====== Supplied data
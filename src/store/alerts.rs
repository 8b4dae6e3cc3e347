//! Alerts raised (which also carry their rate limit across restarts) and the key-value
//! table of small facts (the daemon's heartbeat, what was already alerted or mailed).

use rusqlite::{params, OptionalExtension};

use super::{Store, StoreError};

impl Store {
    /// When an alert of `kind` last went out, and how many went out for `night`.
    pub fn alert_history(
        &self,
        night: &str,
        kind: &str,
    ) -> Result<(Option<f64>, usize), StoreError> {
        let last: Option<f64> = self
            .conn
            .query_row(
                "SELECT MAX(created_unix) FROM alerts WHERE kind = ?1",
                params![kind],
                |r| r.get(0),
            )
            .map_err(|e| self.err(e))?;
        let count: i64 = self
            .conn
            .query_row(
                "SELECT COUNT(*) FROM alerts WHERE night = ?1",
                params![night],
                |r| r.get(0),
            )
            .map_err(|e| self.err(e))?;
        Ok((last, count as usize))
    }

    /// Whether this exact alert (night, kind, message) was raised already.
    pub fn alert_exists(&self, night: &str, kind: &str, message: &str) -> Result<bool, StoreError> {
        self.conn
            .query_row(
                "SELECT 1 FROM alerts WHERE night = ?1 AND kind = ?2 AND message = ?3",
                params![night, kind, message],
                |_| Ok(()),
            )
            .optional()
            .map(|r| r.is_some())
            .map_err(|e| self.err(e))
    }

    pub fn add_alert(
        &self,
        night: &str,
        kind: &str,
        message: &str,
        now_unix: f64,
    ) -> Result<(), StoreError> {
        self.run(
            "INSERT INTO alerts (night, kind, created_unix, message) VALUES (?1, ?2, ?3, ?4)",
            params![night, kind, now_unix, message],
        )
    }

    /// The alerts raised for `night`, oldest first: (time, kind, message).
    pub fn night_alerts(&self, night: &str) -> Result<Vec<(f64, String, String)>, StoreError> {
        let mut st = self
            .conn
            .prepare_cached(
                "SELECT created_unix, kind, message FROM alerts WHERE night = ?1 ORDER BY created_unix, id",
            )
            .map_err(|e| self.err(e))?;
        let rows = st
            .query_map(params![night], |r| Ok((r.get(0)?, r.get(1)?, r.get(2)?)))
            .map_err(|e| self.err(e))?;
        rows.collect::<Result<_, _>>().map_err(|e| self.err(e))
    }

    pub fn set_meta(&self, key: &str, value: &str) -> Result<(), StoreError> {
        self.run(
            "INSERT INTO meta (key, value) VALUES (?1, ?2) ON CONFLICT (key) DO UPDATE SET value = excluded.value",
            params![key, value],
        )
    }

    pub fn meta(&self, key: &str) -> Result<Option<String>, StoreError> {
        self.conn
            .query_row("SELECT value FROM meta WHERE key = ?1", params![key], |r| {
                r.get(0)
            })
            .optional()
            .map_err(|e| self.err(e))
    }
}
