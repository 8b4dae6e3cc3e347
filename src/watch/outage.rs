//! The store's server away (a shared database restarting, the network to it down): said
//! once when it goes and once when it is back, however many frames land meanwhile. The
//! frames are kept and recorded when it returns; nothing here waits or retries.

use std::sync::Mutex;

use crate::store::StoreError;

#[derive(Default)]
pub(super) struct Outage {
    /// When the store was first found away, while it is.
    since: Mutex<Option<f64>>,
}

impl Outage {
    /// A store error was met. Returns whether it is the store being away: then it was
    /// logged (the first time) and the caller says nothing more.
    pub(super) fn failed(&self, e: &StoreError, now: f64) -> bool {
        if !e.is_unreachable() {
            return false;
        }
        let mut since = self.since.lock().unwrap_or_else(|p| p.into_inner());
        if since.is_none() {
            *since = Some(now);
            tracing::error!(
                "the store cannot be reached: {e}; frames go on being read and are kept, and recorded once it is back (said once)"
            );
        }
        true
    }

    /// The store answered: if it was away, say for how long.
    pub(super) fn answered(&self, now: f64, waiting: usize) {
        let mut since = self.since.lock().unwrap_or_else(|p| p.into_inner());
        if let Some(t) = since.take() {
            let kept = if waiting > 0 {
                format!("; {waiting} frame(s) kept meanwhile are being recorded")
            } else {
                String::new()
            };
            tracing::info!("the store is back after {:.0} s{kept}", (now - t).max(0.0));
        }
    }

    pub(super) fn away(&self) -> bool {
        self.since
            .lock()
            .unwrap_or_else(|p| p.into_inner())
            .is_some()
    }
}
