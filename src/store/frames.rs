//! Frames: one record per path (recorded once, replaced by a newer version of the file),
//! their stars and rejected detections, the marks of files being read, placements and
//! verdicts, and the queries of a night's frames.
//! About 600 lines: every query of the frames table, in one place beside its schema.

use rusqlite::{params, OptionalExtension};
use serde::Serialize;

use super::{Store, StoreError};
use crate::measure::Rejected;
use crate::night::judge::Placement;
use crate::record::{FrameRecord, FrameStatus, Identity, StarRecord};
use crate::rules::Verdict;

/// A frame whose stored judgement changed when its night was judged again.
#[derive(Debug, Clone, PartialEq)]
pub struct VerdictChange {
    pub path: String,
    /// The verdict before; `None` when the frame had none stored yet.
    pub before: Option<Verdict>,
    pub after: Verdict,
}

/// A frame of a night as the daemon judged it when it landed (for the status page).
#[derive(Debug, Clone)]
pub struct LiveFrame {
    pub id: i64,
    /// Stars and rejected detections left empty.
    pub record: FrameRecord,
    pub verdict: Option<Verdict>,
    pub explanations: Vec<String>,
}

/// What recording a frame did.
#[derive(Debug, Clone, PartialEq)]
pub enum Recorded {
    /// This version of the file was already recorded; nothing was written.
    Already,
    /// A new record, with its id.
    New(i64),
    /// The file changed since it was recorded: the earlier record (its group given, so
    /// its list can be rewritten) was replaced by the new one.
    Replaced { id: i64, earlier: GroupKey },
}

impl Recorded {
    pub fn id(&self) -> Option<i64> {
        match self {
            Recorded::Already => None,
            Recorded::New(id) | Recorded::Replaced { id, .. } => Some(*id),
        }
    }
}

/// A file that was being read when the process reading it stopped.
#[derive(Debug, Clone, PartialEq)]
pub struct Interrupted {
    pub identity: Identity,
    /// How many times a process stopped while reading this version of the file.
    pub interruptions: i64,
}

/// What places a frame in its group, for judging it.
#[derive(Debug, Clone, PartialEq)]
pub struct GroupKey {
    pub night: Option<String>,
    pub target: Option<String>,
    pub filter: Option<String>,
    pub ok: bool,
    pub skipped: bool,
}
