/// How mail goes, in words for the start line.
fn mail_state(c: &Config) -> String {
    if c.mail.to.is_empty() {
        return "mail off (no [mail] to)".into();
    }
    match &c.mail.smtp_host {
        Some(host) => format!("mail to {} recipient(s) through {host}", c.mail.to.len()),
        None => format!(
            "mail to {} recipient(s) written as .eml files into {} (no smtp_host)",
            c.mail.to.len(),
            shown(&crate::morning::report_folder(c))
        ),
    }
}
============
**Your assignment:**
Reproduce each line of the records in which the word "before" appears.

**Exercise output:**
    /// The verdict before; `None` when the frame had none stored yet.
    pub before: Option<Verdict>,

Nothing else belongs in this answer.